Когда крестьянин Семен Мосягин трижды отбил земной поклон и, осторожно шагая, двинулся к попу, тот смотрел на него пристально и остро и стоял в позе, не подобающей месту: вытянув шею вперед, сложив руки на груди и пальцами одной пощипывая бороду, Мосягин подошел вплотную и изумился: поп глядел на него и тихо смеялся, раздувая ноздри, как лошадь.
– А я тебя давно поджидаю, – сказал, усмехаясь, поп. – Зачем пришел, Мосягин?
– Исповедаться, – быстро и охотно ответил Мосягин и дружелюбно оскалил белые зубы, такие ровные, как будто они были отрезаны по нитке.
– Что же, легче станет, когда исповедаешься? – продолжал поп и усмехался весело и дружелюбно, как казалось Мосягину. И такой же улыбкой ответил он:
– Известно, легче.
– А правда, что ты лошадь продал, и овцу последнюю продал, и телегу заложил?
Мосягин серьезно и с неудовольствием взглянул на попа: лицо его было бесстрастно, и глаза опущены. И оба молчали. О. Василий медленно повернулся к аналою и приказал:
– Ну, сказывай грехи.
Мосягин откашлянулся, сделал служебное лицо и осторожно, грудью и головой подавшись к священнику, громким шепотом заговорил.
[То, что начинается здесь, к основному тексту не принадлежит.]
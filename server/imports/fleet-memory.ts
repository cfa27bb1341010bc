import type { ImportKind } from '@shared/imports/import-fields';
import type { ReadRow } from '@shared/imports/read-row';
import type { Tenant } from '@db/tenant-transaction';
import type { GroupColumns, Known, StoreColumns, UnitColumns } from './fleet-records';
import { bareNumber, groupsOf, partsOf, storesByNumber, unitsByTag } from './look-up-fleet';
import { type PartState, saidParts } from './merge-parts';

/** A thing as the rows so far leave it, and the first row that spoke of it. */
export interface State<Columns> extends Known<Columns> {
  readonly row: number | null;
}

const groupKey = (name: string) => name.replace(/\s+/g, ' ').toLowerCase();
const storeKey = (chainId: string, number: string) => `${chainId} ${bareNumber(number)}`;
const unitKey = (storeId: string, tag: string) => `${storeId} ${tag.toLowerCase()}`;

/** Chains, or regions: found by name whatever the case and spaces. */
export class GroupMemory {
  private readonly byName = new Map<string, State<GroupColumns>>();
  private readonly live: State<GroupColumns>[] = [];

  remember(group: State<GroupColumns>): void {
    this.byName.set(groupKey(group.columns.name), group);
    if (group.row === null && !group.retired) this.live.push(group);
  }

  find(name: string): State<GroupColumns> | undefined {
    return this.byName.get(groupKey(name));
  }

  /** The only one in use, where a file need not say which. */
  get only(): State<GroupColumns> | undefined {
    return this.live.length === 1 ? this.live[0] : undefined;
  }
}

/**
 * The part of the fleet that a file speaks of, as the database has it and the rows so far leave it.
 * It grows with the file, whose rows are bounded, not with the fleet.
 */
export class FleetMemory {
  readonly chains = new GroupMemory();
  readonly regions = new GroupMemory();
  private readonly stores = new Map<string, State<StoreColumns>[]>();
  private readonly units = new Map<string, State<UnitColumns>>();
  private readonly parts = new Map<string, PartState[]>();

  private constructor(private readonly kind: ImportKind) {}

  static async begin(tenant: Tenant, kind: ImportKind): Promise<FleetMemory> {
    const memory = new FleetMemory(kind);
    for (const it of await groupsOf(tenant, 'chains')) memory.chains.remember({ ...it, row: null });
    for (const it of await groupsOf(tenant, 'regions'))
      memory.regions.remember({ ...it, row: null });
    return memory;
  }

  store(chainId: string, number: string): State<StoreColumns> | undefined {
    const all = this.stores.get(storeKey(chainId, number)) ?? [];
    return (
      all.find((it) => it.columns.number === number) ?? (all.length === 1 ? all[0] : undefined)
    );
  }

  rememberStore(store: State<StoreColumns>): void {
    const key = storeKey(store.columns.chain_id, store.columns.number);
    const others = (this.stores.get(key) ?? []).filter(({ id }) => id !== store.id);
    this.stores.set(key, [...others, store]);
  }

  unit(storeId: string, tag: string): State<UnitColumns> | undefined {
    return this.units.get(unitKey(storeId, tag));
  }

  rememberUnit(unit: State<UnitColumns>): void {
    this.units.set(unitKey(unit.columns.store_id, unit.columns.tag), unit);
  }

  partsOf(unitId: string): readonly PartState[] {
    return this.parts.get(unitId) ?? [];
  }

  rememberPart(part: PartState): void {
    const unitId = part.columns.unit_id;
    const others = this.partsOf(unitId).filter(({ id }) => id !== part.id);
    this.parts.set(unitId, [...others, part]);
  }

  /** Reads what the next rows speak of and is not known yet: one statement per table. */
  async lookUp(tenant: Tenant, rows: readonly ReadRow[], lock: boolean): Promise<void> {
    if (this.kind === 'chains' || this.kind === 'regions') return;
    const stores = rows.flatMap(({ values }) => {
      const chain = values.chain === undefined ? this.chains.only : this.chains.find(values.chain);
      return chain && values.storeNumber !== undefined
        ? [{ chainId: chain.id, number: values.storeNumber, values }]
        : [];
    });
    const newStores = stores.filter((it) => !this.stores.has(storeKey(it.chainId, it.number)));
    for (const it of await storesByNumber(tenant, newStores, lock)) {
      this.rememberStore({ ...it, row: null });
    }
    if (this.kind === 'stores') return;
    const units = stores.flatMap(({ chainId, number, values }) => {
      const store = this.store(chainId, number);
      return store && values.unitTag !== undefined
        ? [{ storeId: store.id, tag: values.unitTag, values }]
        : [];
    });
    const newUnits = units.filter((it) => !this.units.has(unitKey(it.storeId, it.tag)));
    const found = await unitsByTag(tenant, newUnits, lock);
    for (const it of found) this.rememberUnit({ ...it, row: null });
    if (!units.some(({ values }) => saidParts(values).length > 0)) return;
    const ids = found.map(({ id }) => id).filter((id) => !this.parts.has(id));
    for (const it of await partsOf(tenant, ids, lock)) this.rememberPart({ ...it, row: null });
  }
}
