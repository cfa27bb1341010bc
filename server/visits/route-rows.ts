import { randomUUID } from 'node:crypto';
import { Problem, conflict, notFound } from '@shared/problem';
import { Binds } from '@db/binds';
import type { Tenant } from '@db/tenant-transaction';
import type { Actor } from '../access/actor';
import { visibleStores } from '../access/visible-stores';

/** A route held against other changes until the transaction ends. */
export interface LockedRoute {
  readonly id: string;
  readonly technicianId: string;
  readonly onDate: string;
  readonly version: number;
  readonly publishedVersion: number | null;
}

export interface LockedVisit {
  readonly id: string;
  readonly routeId: string;
  readonly storeId: string;
  readonly position: number;
  readonly note: string;
  readonly version: number;
}

const columns = `id, technician_id AS "technicianId", on_date AS "onDate", version,
  published_version AS "publishedVersion"`;

/** The id of a technician's day, which is made when there is none yet. */
export async function ensureRoute(
  tenant: Tenant,
  technicianId: string,
  onDate: string,
): Promise<string> {
  await tenant.rows(
    `INSERT INTO routes (id, organisation_id, technician_id, on_date) VALUES ($1, $2, $3, $4)
     ON CONFLICT (technician_id, on_date) DO NOTHING`,
    [randomUUID(), tenant.organisationId, technicianId, onDate],
  );
  const route = await tenant.row<{ id: string }>(
    'SELECT id FROM routes WHERE technician_id = $1 AND on_date = $2',
    [technicianId, onDate],
  );
  return (route as { id: string }).id;
}

/**
 * Routes held until the transaction ends, always in the same order, so that two planners who move
 * visits between the same days wait for each other instead of standing in each other's way.
 * @throws Problem 404 when one is gone
 */
export async function lockRoutes(tenant: Tenant, ids: readonly string[]): Promise<LockedRoute[]> {
  const wanted = [...new Set(ids)];
  const rows = await tenant.rows<LockedRoute>(
    `SELECT ${columns} FROM routes WHERE id = ANY($1::uuid[]) ORDER BY id FOR UPDATE`,
    [wanted],
  );
  if (rows.length < wanted.length) throw notFound('route');
  return rows;
}

/** One route in the version that the actor knows. @throws Problem 404, 409 */
export async function lockRoute(tenant: Tenant, id: string, version: number): Promise<LockedRoute> {
  const [route] = await lockRoutes(tenant, [id]);
  if (route?.version !== version) throw conflict();
  return route;
}

/**
 * A visit with its route held, in the version that the actor knows, with no work done on it yet.
 * @throws Problem 404, 409
 */
export async function lockVisit(
  tenant: Tenant,
  id: string,
  version: number,
  also: readonly string[] = [],
): Promise<LockedVisit & { readonly route: LockedRoute }> {
  const before = await tenant.row<{ routeId: string }>(
    'SELECT route_id AS "routeId" FROM visits WHERE id = $1',
    [id],
  );
  if (!before) throw notFound('visit');
  const routes = await lockRoutes(tenant, [before.routeId, ...also]);
  const visit = await tenant.row<LockedVisit>(
    `SELECT id, route_id AS "routeId", store_id AS "storeId", position, note, version
     FROM visits WHERE id = $1 AND route_id = $2 FOR UPDATE`,
    [id, before.routeId],
  );
  const route = routes.find((it) => it.id === before.routeId);
  if (!visit || !route || visit.version !== version) throw conflict();
  return { ...visit, route };
}

/** @throws Problem 409 when a task of the visit was done: what happened is not planned away */
export async function refuseBegun(tenant: Tenant, visitId: string): Promise<void> {
  const done = await tenant.row(
    `SELECT id FROM tasks WHERE visit_id = $1 AND outcome = 'done' LIMIT 1`,
    [visitId],
  );
  if (!done) return;
  throw new Problem(409, 'visit-begun', 'Work was done on this visit already.', {
    detail: 'Move the tasks that are left to another day one by one.',
  });
}

/** Marks a route as other than it was told. */
export async function touchRoute(tenant: Tenant, routeId: string): Promise<void> {
  await tenant.rows('UPDATE routes SET version = version + 1 WHERE id = $1', [routeId]);
}

/** Ids of a route's visits in order, with whether the actor plans there. */
export function visitSlots(
  tenant: Tenant,
  actor: Actor,
  routeId: string,
): Promise<{ id: string; latitude: number; longitude: number; seen: boolean }[]> {
  const binds = new Binds();
  return tenant.rows(
    `SELECT v.id, s.latitude, s.longitude, (${visibleStores(actor, 'visits.plan', binds)}) AS seen
     FROM visits v JOIN stores s ON s.id = v.store_id
     WHERE v.route_id = ${binds.add(routeId)}::uuid ORDER BY v.position`,
    binds.values,
  );
}

/** Numbers a route's visits in the order given, from 0. */
export async function renumber(
  tenant: Tenant,
  routeId: string,
  visitIds: readonly string[],
): Promise<void> {
  await tenant.rows(
    `UPDATE visits v SET position = o.nth - 1
     FROM unnest($2::uuid[]) WITH ORDINALITY AS o (id, nth)
     WHERE v.id = o.id AND v.route_id = $1`,
    [routeId, visitIds],
  );
}

/** Puts one visit at a place of its route's order and closes every gap. */
export async function place(
  tenant: Tenant,
  routeId: string,
  visitId: string | null,
  position?: number,
): Promise<void> {
  const rows = await tenant.rows<{ id: string }>(
    'SELECT id FROM visits WHERE route_id = $1 ORDER BY position',
    [routeId],
  );
  const ids = rows.map(({ id }) => id);
  if (visitId !== null && position !== undefined) {
    ids.splice(ids.indexOf(visitId), 1);
    ids.splice(position, 0, visitId);
  }
  await renumber(tenant, routeId, ids);
}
И по мере того как он говорил, все недоступнее и суровее становилось лицо попа – точно каменело оно под градом больно бьющих, нудных слов мужика. И дышал он глубоко и часто, как будто задыхался он в том бессмысленном, тупом и диком, что называлось жизнью Семена Мосягина и обвивалось вокруг него, как черные кольца неведомой змеи. Словно сам строгий закон причинности не имел власти над этой простой и фантастической жизнью: так неожиданно, так шутовски нелепо сцеплялись в ней маленький грех и большое страдание, крепкая, стихийная воля к такому же стихийному, могучему творчеству – и уродливое прозябание где-то на границе между жизнью и смертью. Ясный умом и слегка насмешливый, сильный, как лесной зверь, выносливый настолько, как будто в груди его билось целых три сердца, и когда умирало одно от невыносимых страданий, другие два давали жизнь новому – он мог, казалось, перевернуть самую землю, на которой неуклюже, но крепко стояли его ноги. А в действительности происходило так: был он постоянно голоден, голодала его жена, и дети, и скотина; и замутившийся ум его блуждал, как пьяный, не находящий дверей своего дома. В отчаянных потугах что-то построить, что-то создать он распластывался по земле – и все рассыпалось, все валилось, все отвечало ему дикой насмешкой и глумлением. Он был жалостлив и взял к себе сироту-приемыша, и все бранили его за это; а сирота пожил немного и умер от постоянного голода и болезни, и тогда он сам начал бранить себя и перестал понимать, нужно быть жалостливым или нет. Казалось, что слезы не должны были высыхать на глазах этого человека, крики гнева и возмущения не должны были замирать на его устах, а вместо того он был постоянно весел и шутлив и бороду имел какую-то нелепо веселую, огненно-рыжую бороду, в которой все волоски точно кружились и свивались в бесконечной затейливой пляске. Ходил в хороводах наравне с молодыми девками и ребятами; пел жалобные песни высоким переливчатым голосом, и тому, кто его слышал, плакать хотелось, а он насмешливо и тихо улыбался.